Doravante quem recorrer aos serviços públicos, à semelhança dos privados,
paga-os! Não há lugar para calões ou distinções (ou direito à diferença), todos
iguais perante o dinheiro! Assim se (re)constrói um país novo de acordo
com a bíblia liberal! Contra tudo e contra todos!
Porque, acresce dizer, a monstruosa arquitectura desta
estratégia ruinosa – ruinosa sob qualquer ponto de vista – foi montada e está a
ser conduzida por gente menor, incompetente, falha de senso. Que ascende ao
poder, recorde-se, na sequência da maior mistificação da nossa história
democrática: nada disto foi decidido pelos eleitores – bem ao contrário! – tudo
isto tem vindo a ser veementemente repudiado nas ruas – e ameaça mesmo
descambar para outras formas de contestação! E revela-se na ‘clique’ que o
lidera: a do PSD (como se sabe, partido de muitas ‘cliques’), com a do sempre
prestimoso CDS/PP. Temos, pois, por um lado, a ‘escola PC/Relvas’ – a
escola dos troca-tintas, associada à dos fura-vidas manhosos; por outro, o
sistema de ‘Portas sempre abertas’ – o CDS mantém-se no Governo e, ao
mesmo tempo, na... oposição ao Governo! Está nos genes ‘deste’ CDS, postado no
lugar charneira do centrão, piscar o olho ao poder quando na oposição, piscar o
olho à oposição quando ocupa o poder.
Esta a componente caseira, marginal e rasteira, responsável pela acelerada ruína do País.
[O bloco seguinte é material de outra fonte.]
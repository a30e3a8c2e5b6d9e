"""The whole batch: discover, plan, hold the output folder, execute, and report.

:func:`run_batch` is the public entry point (also ``fieldfix.run_batch``).
"""

from __future__ import annotations

import datetime
import logging
import os
from pathlib import Path
from typing import Sequence

from .._progress import progress_bar
from ..errors import InputError
from ..jsonfile import write_json
from ..outdir import output_folder, output_paths_guard
from ..outputs import BatchFiles, BatchPlan, BatchSummary, RunPlanEntry, TaskFailure
from .derivatives import write_bidsignore, write_dataset_description
from .discovery import discover
from .execution import DaskExecutor, InProcessExecutor, LocalPool, execute_plan
from .group import group_rows, write_group_summary
from .inventory import Inventory
from .lock import BatchLock, clean_leftovers
from .options import BatchOptions, merge_options
from .plan import Task, TaskResult, plan_tasks, run_entries
from .tasks import WORK_FOLDER, now_iso

__all__ = ["run_batch"]

_log = logging.getLogger(__name__)


def _check_call(root: Path, deriv: Path, jobs, scheduler, scheduler_file) -> None:
    if isinstance(jobs, bool) or not isinstance(jobs, int) or jobs < 1:
        raise InputError(f"jobs must be a whole number of at least 1, got {jobs!r}", parameter="jobs")
    if scheduler and scheduler_file:
        raise InputError("give a scheduler address or a scheduler file, not both")
    if scheduler_file is not None and not Path(scheduler_file).is_file():
        raise InputError("scheduler file not found", path=scheduler_file)
    if deriv == root or (deriv.is_relative_to(root) and deriv.relative_to(root).parts[0].startswith("sub-")):
        raise InputError("the output folder must not be the dataset or one of its subject folders (use e.g. "
                         "<dataset>/derivatives/fieldfix)", path=deriv)


def run_batch(bids_root: str | os.PathLike, out_dir: str | os.PathLike, *,
              participant_labels: Sequence[str] | None = None, jobs: int = 1, scheduler: str | None = None,
              scheduler_file: str | os.PathLike | None = None, command: str | None = None, progress: bool = False,
              redo: bool = False, reports: bool = True, options: BatchOptions | None = None,
              config: str | os.PathLike | None = None, allow_outside_inputs: bool = False,
              dry_run: bool = False) -> BatchSummary | BatchPlan:
    """Correct a whole BIDS dataset into a fieldfix derivatives dataset.

    Parameters
    ----------
    bids_root : path
        The raw BIDS dataset.
    out_dir : path
        The derivatives folder (e.g. ``<bids_root>/derivatives/fieldfix``); created if
        missing. Finished, up-to-date outputs in it are kept, not redone.
    participant_labels : sequence of str, optional
        Subjects to process (``"01"`` or ``"sub-01"``); all when None.
    jobs : int
        Worker processes on this machine (1 runs the tasks in this process).
    scheduler, scheduler_file : optional
        A dask.distributed scheduler address (``tcp://host:8786``) or scheduler file; the
        tasks then run on its workers, which must see the same file system.
    command : str, optional
        Command line recorded in the provenance sidecars.
    progress : bool
        Show a progress bar over tasks on standard error.
    redo : bool
        Redo every task, even those whose finished outputs are up to date.
    reports : bool
        Build a report per subject (the slowest task; off for quick reruns).
    options : BatchOptions, optional
        Processing options for every task; fields that differ from the defaults win over
        the config file's.
    config : path, optional
        A JSON or TOML file of processing options (see :mod:`fieldfix.batch.options`).
    allow_outside_inputs : bool
        Use data files that resolve outside the dataset through links.
    dry_run : bool
        Only discover and plan (no image data read, nothing written): returns a
        :class:`~fieldfix.outputs.BatchPlan`.

    Returns
    -------
    BatchSummary or BatchPlan
        ``exit_status`` is 0 when every task finished (every run with a field map
        corrected), 1 otherwise.

    Raises
    ------
    InputError, OutputError
        Bad dataset, participants or options; an output folder held by another batch or
        holding another tool's files (nothing is run).

    Examples
    --------
    >>> summary = run_batch("/data/study", "/data/study/derivatives/fieldfix", jobs=2)  # doctest: +SKIP
    >>> summary.exit_status, summary.failures                                         # doctest: +SKIP
    (0, [])
    """
    root, deriv = Path(bids_root).expanduser().resolve(), Path(out_dir).expanduser().resolve()
    _check_call(root, deriv, jobs, scheduler, scheduler_file)
    options, config_record = merge_options(options, config)
    inventory = discover(root, participant_labels, allow_outside_inputs=allow_outside_inputs)
    tasks = plan_tasks(inventory, deriv, reports=reports, options=options)
    if dry_run:
        return BatchPlan(dataset=str(root), derivatives=str(deriv), runs=run_entries(inventory, tasks),
                         tasks=[t.task_id for t in tasks], dataset_remarks=list(inventory.problems),
                         options=options.changed(), config=config_record)
    with output_folder(deriv), BatchLock(deriv, command) as lock:
        return _run_held(root, deriv, inventory, tasks, lock, dict(
            jobs=jobs, scheduler=scheduler, scheduler_file=scheduler_file, command=command, progress=progress,
            redo=redo), options=options, config=config_record)


def _run_held(root: Path, deriv: Path, inventory: Inventory, tasks: list[Task], lock: BatchLock, how: dict, *,
              options: BatchOptions, config) -> BatchSummary:
    """The batch once it holds its output folder: checks, cleanup, execution, summaries."""
    started = datetime.datetime.now(datetime.timezone.utc)
    files = BatchFiles.named(started.strftime("%Y%m%dT%H%M%SZ"))
    # files of the whole batch: refused up front when someone else's file has their name
    output_paths_guard([deriv / p for p in (files.group_csv, files.group_json, files.group_figure)], overwrite=True)
    notices = [lock.notice] if lock.notice else []
    removed = clean_leftovers(deriv, WORK_FOLDER)
    if removed:
        notices.append(f"removed {len(removed)} leftovers of killed runs: " + ", ".join(removed[:5])
                       + (" ..." if len(removed) > 5 else ""))
    for notice in notices:
        _log.warning("%s", notice)
    write_dataset_description(deriv, root)
    write_bidsignore(deriv)
    results, mode = _execute(tasks, deriv, **how)
    return _finish(root, deriv, inventory, tasks, results, files, mode=mode, started=started, command=how["command"],
                   options=options, config=config, notices=notices)


def _execute(tasks: list[Task], deriv: Path, *, jobs, scheduler, scheduler_file, command, progress, redo):
    bar = progress_bar(total=len(tasks), desc="batch tasks", enabled=progress, unit="task")

    def on_result(result: TaskResult) -> None:
        if result.status == "failed":
            _log.warning("%s failed: %s", result.task_id, result.reason)
        bar.update(1)

    if scheduler or scheduler_file:
        backend, mode = DaskExecutor(scheduler, str(scheduler_file) if scheduler_file else None), \
            f"dask ({scheduler or scheduler_file})"
    elif jobs > 1:
        backend, mode = LocalPool(jobs), f"{jobs} local processes"
    else:
        backend, mode = InProcessExecutor(), "in this process"
    try:
        with backend as executor:
            results = execute_plan(tasks, executor, str(deriv), command=command, on_result=on_result, redo=redo)
    finally:
        bar.close()
        work = deriv / WORK_FOLDER
        if work.is_dir() and not work.is_symlink() and not any(work.iterdir()):
            work.rmdir()
    return results, mode


def _run_outcomes(inventory: Inventory, tasks: list[Task], results: dict[str, TaskResult]) -> list[RunPlanEntry]:
    outcomes = []
    for entry, run in zip(run_entries(inventory, tasks), inventory.runs):
        result = results.get(f"unwarp:{run.stem}")
        if result is None:
            outcomes.append(entry)
        elif result.ok:
            outcomes.append(RunPlanEntry(run=entry.run, fieldmap=entry.fieldmap, action="corrected", reason=run.note))
        else:
            outcomes.append(RunPlanEntry(run=entry.run, fieldmap=entry.fieldmap, action="failed",
                                         reason=result.reason))
    return outcomes


def _finish(root: Path, deriv: Path, inventory: Inventory, tasks, results: dict[str, TaskResult],
            files: BatchFiles, *, mode, started, command, options, config, notices) -> BatchSummary:
    """Write the group summary and the batch log; return the batch's summary."""
    counts = {s: 0 for s in ("done", "reused", "failed", "skipped")}
    for result in results.values():
        counts[result.status] = counts.get(result.status, 0) + 1
    failures = [TaskFailure(task=r.task_id, subject=f"sub-{r.subject}", status=r.status, reason=r.reason)
                for r in results.values() if not r.ok]
    files = write_group_summary(deriv, group_rows(inventory, results, deriv), files)
    warnings = list(dict.fromkeys(w for fm in inventory.fieldmaps for w in fm.warnings))
    summary = BatchSummary(
        dataset=str(root), derivatives=str(deriv), execution=mode, subjects=[f"sub-{s}" for s in inventory.subjects],
        tasks=counts, failures=failures, runs=_run_outcomes(inventory, tasks, results),
        fieldmaps_without_target=[f.key for f in inventory.fieldmaps_without_target],
        dataset_remarks=list(inventory.problems), warnings=warnings, notices=notices, options=options.changed(),
        outputs=files, log=files.log, exit_status=1 if failures else 0, config=config)
    write_json(deriv / files.log, {"command": command, "started": started.isoformat(timespec="seconds"),
                                   "finished": now_iso("seconds"), "summary": summary.to_json(),
                                   "inventory": inventory.as_dict(), "tasks": [r.to_json() for r in results.values()]},
               overwrite=True)
    return summary
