"""Processing options given once for a whole dataset, on the command line or in a config file.

:class:`BatchOptions` holds the choices the single commands offer (phase units, smoothing,
unwrap method, interpolation, the dropout protocol, which masks are used). Each option
enters the parameters of the tasks it affects, so the provenance records it and changing
it redoes exactly those tasks (and the reports that show them).

A config file is JSON or TOML (by its extension) with these keys, quantities with their
units as in the command line::

    phase_units = "rad"          # rad, deg, counts4096, counts8192; default: detected
    smooth = "4mm"               # field-map smoothing (FWHM)
    unwrap = "quality"           # or "laplacian"
    interp = "cubic"             # or "linear", "sinc"
    align = true                 # align each field map to its runs (false: scanner coordinates only)
    motion = false               # follow head motion through each run (per-volume poses, motion tables)
    dropout_te = "30ms"          # default: each run's EchoTime
    dropout_thickness = "3mm"    # default: SliceThickness, else the voxel size across slices
    dropout_tilt = "0deg"
    masks = "fieldmap"           # "fieldmap": the field map's mask for statistics and dropout; "none"

Its path and the SHA-256 of its content are recorded in the batch summary and log.

Examples
--------
>>> BatchOptions(smooth_mm=2.0).fieldmap_params()["smooth_mm"]
2.0
"""

from __future__ import annotations

import dataclasses
import os
import tomllib
from dataclasses import dataclass
from pathlib import Path

from ..errors import FieldfixError, InputError, check_choice
from ..jsonfile import read_json
from ..outdir import sha256_file
from ..outputs import ConfigRecord
from ..phase import phase_units as lookup_phase_units
from ..units import parse_quantity
from ..unwarp import INTERPOLATIONS
from ..unwrap import METHODS

__all__ = ["BatchOptions", "read_batch_config", "merge_options", "MASK_CHOICES"]

#: Where the statistics and dropout masks come from.
MASK_CHOICES = ("fieldmap", "none")

#: Config-file keys -> (field, dimension of the quantity or None for text).
_CONFIG_KEYS = {
    "phase_units": ("phase_units", None), "smooth": ("smooth_mm", "length"), "unwrap": ("unwrap_method", None),
    "interp": ("interp", None), "dropout_te": ("dropout_te_s", "time"),
    "dropout_thickness": ("dropout_thickness_mm", "length"), "dropout_tilt": ("dropout_tilt_deg", "angle"),
    "masks": ("masks", None), "align": ("align_fieldmap", "bool"), "motion": ("motion", "bool"),
}


@dataclass(frozen=True)
class BatchOptions:
    """Processing options for every task of a batch (SI units; degrees for the tilt).

    Attributes
    ----------
    phase_units : str, optional
        Phase convention of every phase image; default: detected per image, and a
        sidecar ``Units`` that the values contradict is refused.
    smooth_mm : float
        Field-map smoothing, FWHM in mm.
    unwrap_method : {"quality", "laplacian"}
    interp : {"linear", "cubic", "sinc"}
        Interpolation of the unwarping.
    dropout_te_s, dropout_thickness_mm : float, optional
        Protocol of the dropout prediction; default: each run's own.
    dropout_tilt_deg : float
    masks : {"fieldmap", "none"}
        Use the field map's mask for the shift statistics and the dropout maps, or none.
    align_fieldmap : bool
        Align each field map's magnitude to each run before correcting it (see
        :class:`fieldfix.workflows.unwarp.UnwarpSettings`).
    motion : bool
        Follow head motion through each run (per-volume poses, one interpolation, motion tables).
    """

    phase_units: str | None = None
    smooth_mm: float = 4.0
    unwrap_method: str = "quality"
    interp: str = "cubic"
    dropout_te_s: float | None = None
    dropout_thickness_mm: float | None = None
    dropout_tilt_deg: float = 0.0
    masks: str = "fieldmap"
    align_fieldmap: bool = True
    motion: bool = False

    def check(self) -> None:
        """Refuse impossible values before anything is planned."""
        if self.phase_units is not None:
            lookup_phase_units(self.phase_units)
        check_choice("unwrap_method", self.unwrap_method, METHODS)
        check_choice("interp", self.interp, INTERPOLATIONS, "interpolation")
        check_choice("masks", self.masks, MASK_CHOICES, "mask choice")
        if not self.smooth_mm >= 0:
            raise InputError(f"smoothing width must be zero or positive, got {self.smooth_mm}", parameter="smooth_mm")
        for name in ("dropout_te_s", "dropout_thickness_mm"):
            value = getattr(self, name)
            if value is not None and not value > 0:
                raise InputError(f"must be positive, got {value}", parameter=name)

    def fieldmap_params(self) -> dict:
        return {"phase_units": self.phase_units, "smooth_mm": self.smooth_mm, "unwrap_method": self.unwrap_method}

    def unwarp_params(self) -> dict:
        return {"interp": self.interp, "masks": self.masks, "align_fieldmap": self.align_fieldmap,
                "motion": self.motion}

    def dropout_params(self) -> dict:
        return {"te_s_option": self.dropout_te_s, "thickness_mm_option": self.dropout_thickness_mm,
                "tilt_deg": self.dropout_tilt_deg, "masks": self.masks}

    def changed(self) -> dict:
        """The fields that differ from the defaults."""
        default = BatchOptions()
        return {f.name: getattr(self, f.name) for f in dataclasses.fields(self)
                if getattr(self, f.name) != getattr(default, f.name)}


def _config_values(path: Path) -> dict:
    if path.suffix.lower() == ".toml":
        try:
            data = tomllib.loads(path.read_bytes().decode("utf-8"))
        except (OSError, UnicodeDecodeError, tomllib.TOMLDecodeError) as err:
            raise InputError(f"not a readable TOML config ({err})", path) from None
        return data
    if path.suffix.lower() == ".json":
        return read_json(path, what="JSON object (a batch config)")
    raise InputError("a batch config must be a .json or .toml file", path)


def read_batch_config(path: str | os.PathLike) -> tuple[BatchOptions, ConfigRecord]:
    """Read a batch config file (JSON or TOML) into options and a record of the file.

    Raises
    ------
    InputError
        For a missing or unreadable file, an unknown key, or a value without its unit;
        the message names the file and the key.
    """
    path = Path(path)
    if not path.is_file():
        raise InputError("config file not found", path)
    values = _config_values(path)
    changes = {}
    for key, value in values.items():
        if key not in _CONFIG_KEYS:
            raise InputError(f"unknown key {key!r} in the batch config; known keys: {', '.join(_CONFIG_KEYS)}", path)
        name, dimension = _CONFIG_KEYS[key]
        if dimension == "bool":
            if not isinstance(value, bool):
                raise InputError(f"{key}: must be true or false, got {value!r}", path)
            changes[name] = value
            continue
        try:
            changes[name] = parse_quantity(value, dimension) if dimension else (None if value is None else str(value))
        except FieldfixError as err:
            raise InputError(f"{key}: {err.message}", path) from None
    options = BatchOptions(**changes)
    try:
        options.check()
    except FieldfixError as err:
        raise InputError(err.message if err.parameter is None else f"{err.parameter}: {err.message}", path) from None
    return options, ConfigRecord(path=str(path.resolve()), sha256=sha256_file(path), values=options.changed())


def merge_options(options: BatchOptions | None, config: str | os.PathLike | None
                  ) -> tuple[BatchOptions, ConfigRecord | None]:
    """The options of a batch: the config file's, then every field of `options` that differs from
    the defaults on top (the command line wins over the file)."""
    base, record = read_batch_config(config) if config is not None else (BatchOptions(), None)
    merged = dataclasses.replace(base, **(options.changed() if options is not None else {}))
    merged.check()
    return merged, record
Sobre a ‘externa’, decisiva e imperial, já muito foi dito (incluindo as várias teorias da conspiração, como a de uma eventual reconstrução do IV Reich alemão...), mas tudo
ainda está por decidir, sobretudo no que respeita à evolução da realidade
no contexto desta globalização financeira sem regulação nem controle, cada vez
mais entregue aos pretensos automatismos dessa 'utopia negativa' (suicida e criminosa, pois arrasta tudo na sua queda) que se designa por
‘mercado auto-regulado’ – onde não há lugar para o Estado Social, apenas
para as funções securitárias de um Estado mínimo!